Signal processing project repo this is a project of signal processing that classifies respiratory sound files into normal and abnormal. the project helps in making automatic diagnostic for the different types of the respiratory diseases as (wheeze, crackle,...,etc.) for events and (CAS, DAS, CAS&DAS) for records.

Dataset:

SPRSound: Open-Source SJTU Paediatric Respiratory Sound Database | IEEE Journals & Magazine | IEEE Xplore.

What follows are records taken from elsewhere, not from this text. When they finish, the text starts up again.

@pytest.mark.parametrize(
    ("answer", "key", "millimetres"),
    [
        # handbook tables (from memory): 10 AWG 0.1019 in, 8 SWG 0.160 in, 16 B&S brass sheet 0.0508 in
        ("wire 10 AWG", "wire_mm", 0.1019 * 25.4),
        ("wire 8 SWG", "wire_mm", 0.160 * 25.4),
        ('wire 0.162"', "wire_mm", 4.1148),
        ("wire 5/32 in", "wire_mm", 3.96875),
        ("sheet 16 gauge", "sheet_mm", 0.0508 * 25.4),
        ("sheet 1/16 inch", "sheet_mm", 1.5875),
        ("sheet 1.6", "sheet_mm", 1.6),
    ],
)
def test_stock_in_any_unit_is_shown_both_ways(answer: str, key: str, millimetres: float) -> None:
    text, said = questions("", "", answer, "", "")
    job = parse_job(text)
    assert getattr(job.loop, key) == pytest.approx(millimetres, abs=2e-3)
    assert f"({millimetres / 25.4:.3f} in)" in said[2]


@pytest.mark.parametrize("answer", ["wire 12 ga", "wire 99 AWG", "sheet 99 gauge", "wire 30 mm", "sheet nan", "wire"])
def test_stock_without_meaning_is_asked_again(answer: str) -> None:
    text, said = questions("", "", answer, "wire 3 mm", "", "")
    assert parse_job(text).loop.wire_mm == 3
    assert sum("allowed" in line or "rite" in line for line in said) == 1


def test_the_questions_have_answers_of_their_own() -> None:
    text, said = questions("", "", "", "", "")
    job = parse_job(text)
    assert job.target.frequency_mhz == 1420.406
    assert job.loop.wire_mm == 4.0
    # 2.4 m of f/D 0.40: half angle 2 atan(1/1.6) = 64 degrees; 21 cm on 2.4 m: about 6 degrees wide
    words = ("211.1 mm", "64 degrees off", "6.2 degrees wide", "4.00 mm (0.157 in)", "rolled seam", "4 screws")
    assert [word for word, line in zip(words, [*said[:2], said[1], *said[2:]], strict=True) if word not in line] == []
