static void decode(const struct wfdb *wfdb, const struct piece *piece, int64_t first, int64_t count,
                   float *out)
{
    const struct wfdb_signal *signal = piece->signal;
    const struct signal_file *file = &wfdb->opened[piece->file];
    const uint8_t *bytes = file->mapped.data + signal->offset;
    int64_t per_frame = signal->per_frame;
    int32_t missing = 0;
    bool has_missing = wfdb_format_missing(signal->format, &missing);
    for (int64_t i = 0; i < count; i++) {
        int64_t k = first + i + piece->skip;
        int64_t index = k / per_frame * piece->frame + piece->place + k % per_frame;
        int32_t value =
            file->decoded ? file->decoded[index] : wfdb_format_get(signal->format, bytes, index);
        out[i] = has_missing && value == missing
                     ? NAN
                     : (float)(((double)value - signal->baseline) / signal->gain);
    }
}

/* The piece that holds a sample: the last that begins at or before it. */
static size_t piece_of(const struct pieces *pieces, int64_t sample)
{
    size_t low = 0, high = pieces->count;
    while (high - low > 1) {
        size_t middle = low + (high - low) / 2;
        if (pieces->items[middle].first <= sample)
            low = middle;
        else
            high = middle;
    }
    return low;
}

static int wfdb_read(const struct recording *recording, size_t channel, int64_t first,
                     int64_t count, float *out, struct err *err)
{
    (void)err;
    const struct wfdb *wfdb = self(recording);
    const struct pieces *pieces = &wfdb->pieces[channel];
    for (size_t i = piece_of(pieces, first); count > 0; i++) {
        const struct piece *piece = &pieces->items[i];
        int64_t within = first - piece->first;
        int64_t step = piece->count - within < count ? piece->count - within : count;
        decode(wfdb, piece, within, step, out);
        first += step;
        out += step;
        count -= step;
    }
    return ERR_OK;
}
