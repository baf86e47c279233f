/*
 * edf_writer.c - writing EDF+ and BDF+ record by record. Keeps nothing of the signal in memory but
 * one record; reads nothing back.
 */
#include "recording/edf_writer.h"

#include <errno.h>
#include <fcntl.h>
#include <math.h>
#include <stdio.h>
#include <stdlib.h>
#include <string.h>
#include <unistd.h>

#include "base/array.h"
#include "base/ns.h"
#include "base/str.h"

enum { ANNOTATION_BYTES = 120, COUNT_AT = 236, NUMBER_SIZE = 8 };

struct writer_channel {
    int samples;
    int low, high;       /* digital limits */
    double gain, offset; /* digital = (physical - offset) / gain, from the header's own text */
};

struct queued {
    char *text; /* a whole list, without the final zero */
    size_t length;
};

struct edf_writer {
    int fd;
    char *path;
    bool bdf, discontinuous;
    int width;
    struct writer_channel *channels;
    size_t channel_count;
    size_t annotation_bytes, record_bytes;
    uint8_t *record;
    int64_t start_fraction_ns, record_ns, next_onset_ns;
    int64_t records, clipped;
    struct queued *queue;
    size_t queue_first, queue_count, queue_room;
};

/* ---- header fields ---- */

static int put_field(struct str *header, const char *text, size_t size, const char *name,
                     struct err *err)
{
    size_t length = strlen(text);
    for (size_t i = 0; i < length; i++) {
        if (text[i] < 32 || text[i] > 126)
            return err_set(err, ERR_USAGE, "EDF %s '%s' has a character that is not ASCII", name,
                           text);
    }
    if (length > size)
        return err_set(err, ERR_USAGE, "EDF %s '%s' is longer than %zu characters", name, text,
                       size);
    str_put(header, text);
    for (size_t i = length; i < size; i++)
        str_putc(header, ' ');
    return ERR_OK;
}

/* The best text of a number that fits into 8 characters. */
static void number_text(double value, char out[NUMBER_SIZE + 1])
{
    char text[40];
    for (int digits = 8; digits > 0; digits--) {
        (void)snprintf(text, sizeof text, "%.*g", digits, value);
        /* EDF readers expect plain decimals: no exponent. */
        if (strchr(text, 'e'))
            (void)snprintf(text, sizeof text, "%.*f", digits > 6 ? 6 : digits, value);
        if (strlen(text) <= NUMBER_SIZE)
            break;
    }
    (void)snprintf(out, NUMBER_SIZE + 1, "%.*s", NUMBER_SIZE, text);
}

static int put_number(struct str *header, double value, const char *name, struct err *err)
{
    char text[NUMBER_SIZE + 1];
    number_text(value, text);
    return put_field(header, text, NUMBER_SIZE, name, err);
}

static void start_texts(int64_t start_civil_ns, char date[9], char clock[9], char plus[12])
{
    static const char *const months[] = {"JAN", "FEB", "MAR", "APR", "MAY", "JUN",
                                         "JUL", "AUG", "SEP", "OCT", "NOV", "DEC"};
    struct civil c = civil_from_ns(start_civil_ns);
    (void)snprintf(date, 9, "%02u.%02u.%02u", (unsigned)c.day % 100, (unsigned)c.month % 100,
                   (unsigned)c.year % 100);
    (void)snprintf(clock, 9, "%02u.%02u.%02u", (unsigned)c.hour % 100, (unsigned)c.minute % 100,
                   (unsigned)c.second % 100);
    (void)snprintf(plus, 12, "%02u-%s-%04u", (unsigned)c.day % 100, months[(c.month - 1) % 12],
                   (unsigned)c.year % 10000);
}

static int put_fixed(struct str *header, const struct edf_spec *spec, struct err *err)
{
    char date[9], clock[9], plus[12], number[12], recording[128], seconds[NUMBER_SIZE + 1];
    size_t signals = spec->channel_count + 1;
    start_texts(spec->start_civil_ns, date, clock, plus);
    if (spec->bdf)
        str_put(header, "\xFF"
                        "BIOSEMI");
    else
        str_put(header, "0       ");
    (void)snprintf(recording, sizeof recording, "Startdate %s %.80s", plus,
                   spec->recording ? spec->recording : "X X X");
    int failed = put_field(header, spec->subject ? spec->subject : "X X X X", 80, "patient", err);
    if (!failed)
        failed = put_field(header, recording, 80, "recording", err);
    if (failed)
        return failed;
    str_put(header, date);
    str_put(header, clock);
    (void)snprintf(number, sizeof number, "%zu", 256 * (signals + 1));
    failed = put_field(header, number, 8, "header size", err);
    if (!failed)
        failed = put_field(header,
                           spec->bdf ? (spec->discontinuous ? "BDF+D" : "BDF+C")
                                     : (spec->discontinuous ? "EDF+D" : "EDF+C"),
                           44, "format", err);
    if (!failed)
        failed = put_field(header, "-1", 8, "record count", err);
    number_text(s_from_ns(spec->record_ns), seconds);
    double back;
    if (!failed && (!number_parse(seconds, &back) || ns_from_s(back) != spec->record_ns))
        failed = err_set(err, ERR_USAGE, "a record of %lld ns cannot be written in 8 characters",
                         (long long)spec->record_ns);
    if (!failed)
        failed = put_field(header, seconds, 8, "record duration", err);
    (void)snprintf(number, sizeof number, "%zu", signals);
    return failed ? failed : put_field(header, number, 4, "signal count", err);
}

the records files are in (".wav") format. the labels were in json files, for poor quality json files are empty.

Reading data

The dataset was a set of records, each record contain multiple of events. A record could contain normal and abnormal. After importing the needed libraries and got the file of records and file of labels paths firstly we listed the directories in the label file directory and creating two dataframes one for records which would contain path of each record and label annotation the other was for events and would contain path, start, end , type, time starting to loop on list of directory files of json to read each file and extract the information to put it in the dataframes and set the poor quality records type as poor quality and its time = 0

Preprocessing

Removing outliers

The data events' time varies some may be a second other can range from six to seven seconds so we plotted the boxplot of every disease to determain the outliers. we noticed that the outliers nearly starts from 3.7 seconds so we removed events above 3.7 seconds.

Label encoding

Then we started label encoding for normal class in events and records would be "0" and all diseases would be encoded as "1" while poor quality encoded as "2" saving the new dataframe into a csv file.

Drop poor Quality

The poor quality would have been a problem if we countinued to deal with it in our dataset as the events are empty even specialists couldn't classify those poor quality files so we dropped it. The index was reseted of the dataframe and randomized it. we decided on dealing with events instead of records as the data of events is much larger than that of records as each record have three events.

Data filteration

A bandpass filter was applied to pass a certain frequancy by making two functions the first is to make the bandpass filter with given lowcut, highcut and the other function apply the first function to our data.

Records splitting

The records were spiltted into events each record into three events as mentioned before according to the start and the end of each event that information is in the json files. we merged the step of the filteration with the splitting step so the event resulted is filtered.

Data balancing

The difference between class "0", class "1" were determined and deleted from class "0" as it exceeds the other class to balance the data in each class. then plotted it as a pie chart to make sure the data is balanced.
A class called "MyDataset" had been created that takes the list of audio files paths and class label and transform with default assginment "None" the class generates a spectogram for each (".wav") file and resize it to the input size of model the class returns the spectogram of the event and its label.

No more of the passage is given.